I think that the 6 inch dead spot on each foor would really bug me and feel really odd.


----------



## Guest

Reede said:


> Yea, incompatibilities suck and if you don't like Burton bindings in general then that alone is certainly reason enough not to get an EST setup, but how about if your favorite binding comes out in an EST model?


Well I'm not going to go out an buy a board just for a binding. That's just stupid. 
Hopefully they'll make a compatability plate for it an I'm sure Burton will make a nice lil commission on them too.

I agree with SpringheelJack give it a year and see how the durability of the system is before i go spendin 800-900 bucks (Aus dollars) on a board


----------



## ckang008

Cr0_Reps_Smit said:


> yea im sure burton is going to let other company's make their bindings compatible to burton boards. also one of my friends rode this last season and i watched as he landed a pretty big jump slightly nose heavy and his back binding ripped out of the ICS channel. he got lucky and had no injury's but it couldve been A LOT worse moving at those speeds with only one foot strapped in.


Wow! back binding ripped out of the ICS channel? he ripped the channel from the board? or just the screw portion? From what I see, the channel itself is quite strong. Only concern is the actually the screw area.


----------



## lonerider

*EST/ICS not terrible, but not that great either*



ckang008 said:


> Wow! back binding ripped out of the ICS channel? he ripped the channel from the board? or just the screw portion? From what I see, the channel itself is quite strong. Only concern is the actually the screw area.


My friend and I have been riding our Burton X8 for a season now (about 40 days) and the EST/ICS system doesn't slip/slide *IF* you tighten the screws tightly. I check mine in the every morning (which you should be doing no matter what binding you have) and they haven't loosened up at all. I think anyone who has had problems basically didn't check their gear properly.

That being said, I'm not a particularly a big fan of the EST/ICS binding system. It's really tough to set your bindings exactly how you want them (the angle markers are tough to line up and I think they are off) and impossible to repeat the same setting if you take you bindings off (to get a base grind or carry multiple boards in a travel bag). My friend likes the flex, but it doesn't do much for me.

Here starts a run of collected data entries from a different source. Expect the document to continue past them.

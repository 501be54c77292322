"""Fixed quadrature nodes and a bracketing root finder, both for whole arrays at once."""

from __future__ import annotations

from collections.abc import Callable
from functools import cache

import numpy as np

# A bracket this narrow, in parts of the root, ends the search; its better end is far nearer, since the last
# steps converge faster than the bracket does.
_TOLERANCE = 1e-13


@cache
def unit_gauss_nodes(count: int) -> tuple[np.ndarray, np.ndarray]:
    """Gauss–Legendre nodes and weights on 0 … 1."""
    nodes, weights = np.polynomial.legendre.leggauss(count)
    return (nodes + 1) / 2, weights / 2


def bracketed_root(
    function: Callable[[np.ndarray, np.ndarray], np.ndarray],
    low: np.ndarray,
    high: np.ndarray,
    steps: int = 100,
) -> np.ndarray:
    """Roots of function(x, where) between low and high, to rounding; `where` indexes the unfinished elements.

    Each bracket must enclose a change of sign; elements whose ends have the same sign, or NaN, give NaN.
    Inverse quadratic steps with bisection as the safeguard: T. R. Chandrupatla, Advances in Engineering
    Software 28, 145 (1997).
    """
    low, high = (np.array(end, float) for end in np.broadcast_arrays(low, high))
    shape = low.shape
    newest, opposite = low.ravel(), high.ravel()
    every = np.arange(newest.size)
    at_newest, at_opposite = function(newest, every), function(opposite, every)
    root = np.where(at_newest == 0, newest, np.where(at_opposite == 0, opposite, np.nan))
    open_ = np.flatnonzero(at_newest * at_opposite < 0)
    newest, opposite, at_newest, at_opposite = (a[open_] for a in (newest, opposite, at_newest, at_opposite))
    part = np.clip(
        at_newest / (at_newest - at_opposite), 0.05, 0.95
    )  # most functions here are nearly straight
    for _ in range(steps):
        if not open_.size:
            break
        trial = newest + part * (opposite - newest)
        at_trial = function(trial, open_)
        same = np.sign(at_trial) == np.sign(at_newest)
        older, at_older = np.where(same, newest, opposite), np.where(same, at_newest, at_opposite)
        opposite, at_opposite = np.where(same, opposite, newest), np.where(same, at_opposite, at_newest)
        newest, at_newest = trial, at_trial
        best = np.where(np.abs(at_newest) < np.abs(at_opposite), newest, opposite)
        width = _TOLERANCE * np.abs(best) / np.maximum(np.abs(opposite - newest), 1e-300)
        done = (width > 0.5) | (at_newest == 0)
        root[open_] = np.where(at_newest == 0, newest, best)
        part = _next_part(newest, opposite, older, at_newest, at_opposite, at_older)
        part = np.clip(part, np.minimum(width, 0.5), 1 - np.minimum(width, 0.5))
        keep = ~done
        open_, part = open_[keep], part[keep]
        newest, opposite = newest[keep], opposite[keep]
        at_newest, at_opposite = at_newest[keep], at_opposite[keep]
    return root.reshape(shape)


def _next_part(newest, opposite, older, at_newest, at_opposite, at_older):
    """The part of the bracket to step by: inverse quadratic where it is safe, half elsewhere."""
    with np.errstate(all="ignore"):
        position = (newest - opposite) / (older - opposite)
        height = (at_newest - at_opposite) / (at_older - at_opposite)
        safe = (height**2 < position) & ((1 - height) ** 2 < 1 - position)
        first = at_newest / (at_opposite - at_newest) * at_older / (at_opposite - at_older)
        second = (older - newest) / (opposite - newest)
        second = second * at_newest / (at_older - at_newest) * at_opposite / (at_older - at_opposite)
        return np.where(safe, first + second, 0.5)
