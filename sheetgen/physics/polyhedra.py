"""The first Brillouin zone as a body."""

from __future__ import annotations

from dataclasses import dataclass, replace
from functools import lru_cache

import numpy as np

from sheetgen.physics.crystals import reciprocal_basis
from sheetgen.physics.lattices import reduced_basis, vectors_within


@dataclass(frozen=True)
class Polyhedron:
    """A convex body: vertices (V, 3), faces as rings of vertex indices, and the outward unit normal of each.

    Rings run anticlockwise seen from outside. `distances` are those of the faces from the origin.
    """

    vertices: np.ndarray
    faces: tuple[tuple[int, ...], ...]
    normals: np.ndarray
    distances: np.ndarray

    @property
    def volume(self) -> float:
        """A third of the sum of face areas times distances."""
        return float(sum(self.face_area(number) * d for number, d in enumerate(self.distances)) / 3)

    def face_area(self, number: int) -> float:
        """Area of one face."""
        ring = self.vertices[list(self.faces[number])]
        return float(np.cross(ring, np.roll(ring, -1, axis=0)).sum(axis=0) @ self.normals[number] / 2)


def zone_polyhedron(cell: np.ndarray, primitive: np.ndarray) -> Polyhedron:
    """First Brillouin zone of the primitive lattice, in 1/m.

    No point of it is farther from Γ than half the root of the summed squares of the edges of a reduced cell,
    so the planes up to there are all that can bound it.
    """
    basis = reduced_basis(reciprocal_basis(np.asarray(primitive, float) @ np.asarray(cell, float)))
    unit = np.linalg.norm(basis[0])
    zone = _zone_of_shape(tuple(np.round(basis / unit, 14).ravel().tolist()))
    return replace(zone, vertices=zone.vertices * unit, distances=zone.distances * unit)


@lru_cache(maxsize=256)
def _zone_of_shape(shape: tuple[float, ...]) -> Polyhedron:
    """The zone of a reduced reciprocal basis (9 numbers) whose shortest vector has length 1."""
    from scipy.spatial import HalfspaceIntersection  # here: its import costs more than most runs need

    basis = np.array(shape).reshape(3, 3)
    vectors = vectors_within(basis, np.sqrt((basis**2).sum()))[1:] @ basis
    lengths = np.linalg.norm(vectors, axis=1)
    normals, distances = vectors / lengths[:, None], lengths / 2
    corners = HalfspaceIntersection(np.column_stack([normals, -distances]), np.zeros(3)).intersections
    vertices = _distinct(corners)
    faces = [_ring(vertices, normal, distance) for normal, distance in zip(normals, distances, strict=True)]
    real = [number for number, ring in enumerate(faces) if len(ring) > 2]
    return Polyhedron(vertices, tuple(faces[number] for number in real), normals[real], distances[real])


def _distinct(points: np.ndarray) -> np.ndarray:
    """The points, each once."""
    kept: list[np.ndarray] = []
    for point in points:
        if all(np.linalg.norm(point - other) > 1e-7 for other in kept):
            kept.append(point)
    return np.array(kept)


def _ring(vertices: np.ndarray, normal: np.ndarray, distance: float) -> tuple[int, ...]:
    """Indices of the vertices on a plane in anticlockwise order about its normal."""
    on_plane = np.flatnonzero(np.abs(vertices @ normal - distance) < 1e-7)
    if len(on_plane) < 3:
        return ()
    spokes = vertices[on_plane] - vertices[on_plane].mean(axis=0)
    along = spokes[0] / np.linalg.norm(spokes[0])
    angles = np.arctan2(spokes @ np.cross(normal, along), spokes @ along)
    return tuple(int(index) for index in on_plane[np.argsort(angles)])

In the future, I would just use a regular binding with an EST/ICS board (since all of Burton's upper end boards are EST/ICS now). All Burton non-EST bindings can be mounted via converter disk that comes with the board. Since about half (roughly) of all bindings sold are by Burton... for most people this seems to work... I'm sure is EST/ICS becomes popular, Burton will license the 2-hole disc to other companies.


----------



## ckang008

lonerider said:


> My friend and I have been riding our Burton X8 for a season now (about 40 days) and the EST/ICS system doesn't slip/slide *IF* you tighten the screws tightly. I check mine in the every morning (which you should be doing no matter what binding you have) and they haven't loosened up at all. I think anyone who has had problems basically didn't check their gear properly.
> 
> That being said, I'm not a particularly a big fan of the EST/ICS binding system. It's really tough to set your bindings exactly how you want them (the angle markers are tough to line up and I think they are off) and impossible to repeat the same setting if you take you bindings off (to get a base grind or carry multiple boards in a travel bag). My friend likes the flex, but it doesn't do much for me.
> 
> In the future, I would just use a regular binding with an EST/ICS board (since all of Burton's upper end boards are EST/ICS now). All Burton non-EST bindings can be mounted via converter disk that comes with the board. Since about half (roughly) of all bindings sold are by Burton... for most people this seems to work... I'm sure is EST/ICS becomes popular, Burton will license the 2-hole disc to other companies.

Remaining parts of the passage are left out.